Journal of Clinical Oncology, Vol 15, 124-130, Copyright © 1997 by American Society of Clinical Oncology
Ondansetron versus metoclopramide, both combined with dexamethasone, in the prevention of cisplatin-induced delayed emesis. The Italian Group for Antiemetic Research
PURPOSE: The role of 5-HT3 receptor antagonists in the prevention of
chemotherapy-induced delayed emesis is controversial. We compared
ondansetron and metoclopramide, both combined with dexamethasone, in
cisplatin-treated patients. PATIENTS AND METHODS: Three hundred twenty- two
patients who had been given > or = 50 mg/m2 of cisplatin were randomly
assigned to receive, from days 2 to 4 after chemotherapy, oral ondansetron
(8 mg twice daily) or oral metoclopramide (20 mg every 6 hours), both
associated with intramuscular dexamethasone (8 mg twice on days 2 and 3,
and 4 mg twice on day 4). Patients received the same intravenous
prophylaxis for acute emesis: ondansetron 8 mg and dexamethasone 20 mg.
Nausea and vomiting were assessed daily until day 6 after chemotherapy.
RESULTS: According to the intention-to-treat principle, 318 patients were
assessable. Known prognostic factors were similar in the two treatment
groups. Complete protection from delayed vomiting and nausea was achieved
by 62.0% and 43.7% of patients treated with ondansetron and by 60.0% and
53.7% of those receiving metoclopramide (no significant differences).

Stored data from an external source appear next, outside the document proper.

def motion_from_table(kind: str, table: dict, where: str = "motion"):
    """Build a motion from its scene-file table (a dict from tomllib); SI units.

    ``where`` names the table in messages (e.g. "scene.toml: body[0].motion").  Any
    problem raises ValueError naming the key and the value.
    """
    if kind not in MOTION_KEYS:
        near = difflib.get_close_matches(str(kind), sorted(MOTION_KEYS), n=1)
        hint = f"; did you mean '{near[0]}'?" if near else ""
        raise MotionTableError(
            f"{where}: kind = {kind!r} is not a motion kind ({', '.join(sorted(MOTION_KEYS))}){hint}", "kind", kind
        )
    _check_keys(kind, table, where)
    try:
        if kind == "uniform":
            beta = _get_vec(table, "beta", where, [0.0, 0.0, 0.0])
            if float(beta @ beta) >= 1.0:
                raise _key_error(where, "beta", table.get("beta"), f"speed |beta| = {np.linalg.norm(beta):.6g} must be below 1")
            return UniformMotion(beta=beta, position=_get_vec(table, "position", where, [0.0, 0.0, 0.0]),
                                 time=_get_num(table, "time", where, 0.0))
        if kind == "hyperbolic":
            acc = _get_vec(table, "acceleration", where)
            if not np.any(acc):
                raise _key_error(where, "acceleration", table["acceleration"], "must not be zero")
            return HyperbolicMotion(acceleration=acc, position=_get_vec(table, "position", where, [0.0, 0.0, 0.0]),
                                    time=_get_num(table, "time", where, 0.0))
        if kind == "orbit":
            has_period, has_beta = "period" in table, "beta" in table
            if has_period == has_beta:
                raise MotionTableError(f"{where}: give exactly one of 'period' (s) or 'beta' (speed / c)", "period")
            period = _get_num(table, "period", where, None, positive=True) if has_period else None
            beta = _get_num(table, "beta", where, None, positive=True) if has_beta else None
            if beta is not None and beta >= 1.0:
                raise _key_error(where, "beta", beta, "the orbital speed must be below 1")
            radius = _get_num(table, "radius", where, None, positive=True)
            if period is not None and 2 * math.pi * radius / (period * C) >= 1.0:
                raise _key_error(where, "period", period, f"the orbital speed 2 pi r/(c T) = "
                                 f"{2 * math.pi * radius / (period * C):.6g} must be below 1")
            axis = _get_vec(table, "axis", where, [0.0, 0.0, 1.0])
            if not np.any(axis):
                raise _key_error(where, "axis", table["axis"], "must not be the zero vector")
            return OrbitMotion(center=_get_vec(table, "center", where, [0.0, 0.0, 0.0]), radius=radius,
                               period=period, beta=beta, axis=axis,
                               phase=_get_num(table, "phase", where, 0.0), time=_get_num(table, "time", where, 0.0))
        if kind == "path":
            for key in ("times", "positions"):
                if key not in table:
                    raise MotionTableError(f"{where}: missing key '{key}'", key)
            try:
                times = np.asarray(table["times"], float)
            except (ValueError, TypeError):
                raise _key_error(where, "times", table["times"], "expected a list of numbers (s)") from None
            try:
                positions = np.asarray(table["positions"], float)
            except (ValueError, TypeError):
                raise _key_error(where, "positions", table["positions"], "expected a list of [x, y, z] (m)") from None
            return PathMotion(times=times, positions=positions)
        if kind == "spin":
            base_table = table.get("base", {"kind": "uniform"})
            if not isinstance(base_table, dict):
                raise _key_error(where, "base", base_table, "expected a table with its own 'kind'")
            base_kind = base_table.get("kind", "uniform")
            if base_kind == "spin":
                raise _key_error(where + ".base", "kind", base_kind, "a spin cannot carry another spin")
            base = motion_from_table(base_kind, base_table, where + ".base")
            omega = _get_num(table, "angular_velocity", where)
            axis = _get_vec(table, "axis", where, [0.0, 0.0, 1.0])
            if not np.any(axis):
                raise _key_error(where, "axis", table["axis"], "must not be the zero vector")
            return SpinMotion(base=base, axis=axis, angular_velocity=omega,
                              center_offset=_get_vec(table, "center_offset", where, [0.0, 0.0, 0.0]),
                              time=_get_num(table, "time", where, 0.0), phase=_get_num(table, "phase", where, 0.0))
        if kind == "rolling":
            beta = _get_vec(table, "beta", where)
            speed = float(np.linalg.norm(beta))
            if not 0.0 < speed < 1.0:
                raise _key_error(where, "beta", table["beta"], f"axle speed |beta| = {speed:.6g} must lie in (0, 1)")
            axis = _get_vec(table, "axis", where) if "axis" in table else None
            return RollingMotion(radius=_get_num(table, "radius", where, None, positive=True), beta=beta, axis=axis,
                                 position=_get_vec(table, "position", where, [0.0, 0.0, 0.0]),
                                 time=_get_num(table, "time", where, 0.0))
    except MotionTableError:
        raise
    except ValueError as err:  # from a constructor's own checks: name the key it mentions
        msg = str(err)
        found = [(m.start(), k) for k in MOTION_KEYS[kind] if (m := re.search(rf"\b{k}\b", msg))]
        key = min(found)[1] if found else None  # the key named first
        raise MotionTableError(f"{where}: {msg}", key, table.get(key) if key else None) from None
    raise AssertionError(kind)  # unreachable: every kind above returns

Patients who vomited in the first 24 hours achieved the lowest complete
protection from delayed emesis. In these patients, ondansetron offered
better complete protection from vomiting than metoclopramide (28.6% v 3.8%,
P < .05). Both treatments were well tolerated. CONCLUSION: The two
treatments offer similar protection from delayed emesis, although
ondansetron plus dexamethasone may be preferred in patients who suffer from
acute vomiting. Optimal control of acute emesis is essential to achieve
good protection from delayed nausea and vomiting, irrespective of the
antiemetic treatment received.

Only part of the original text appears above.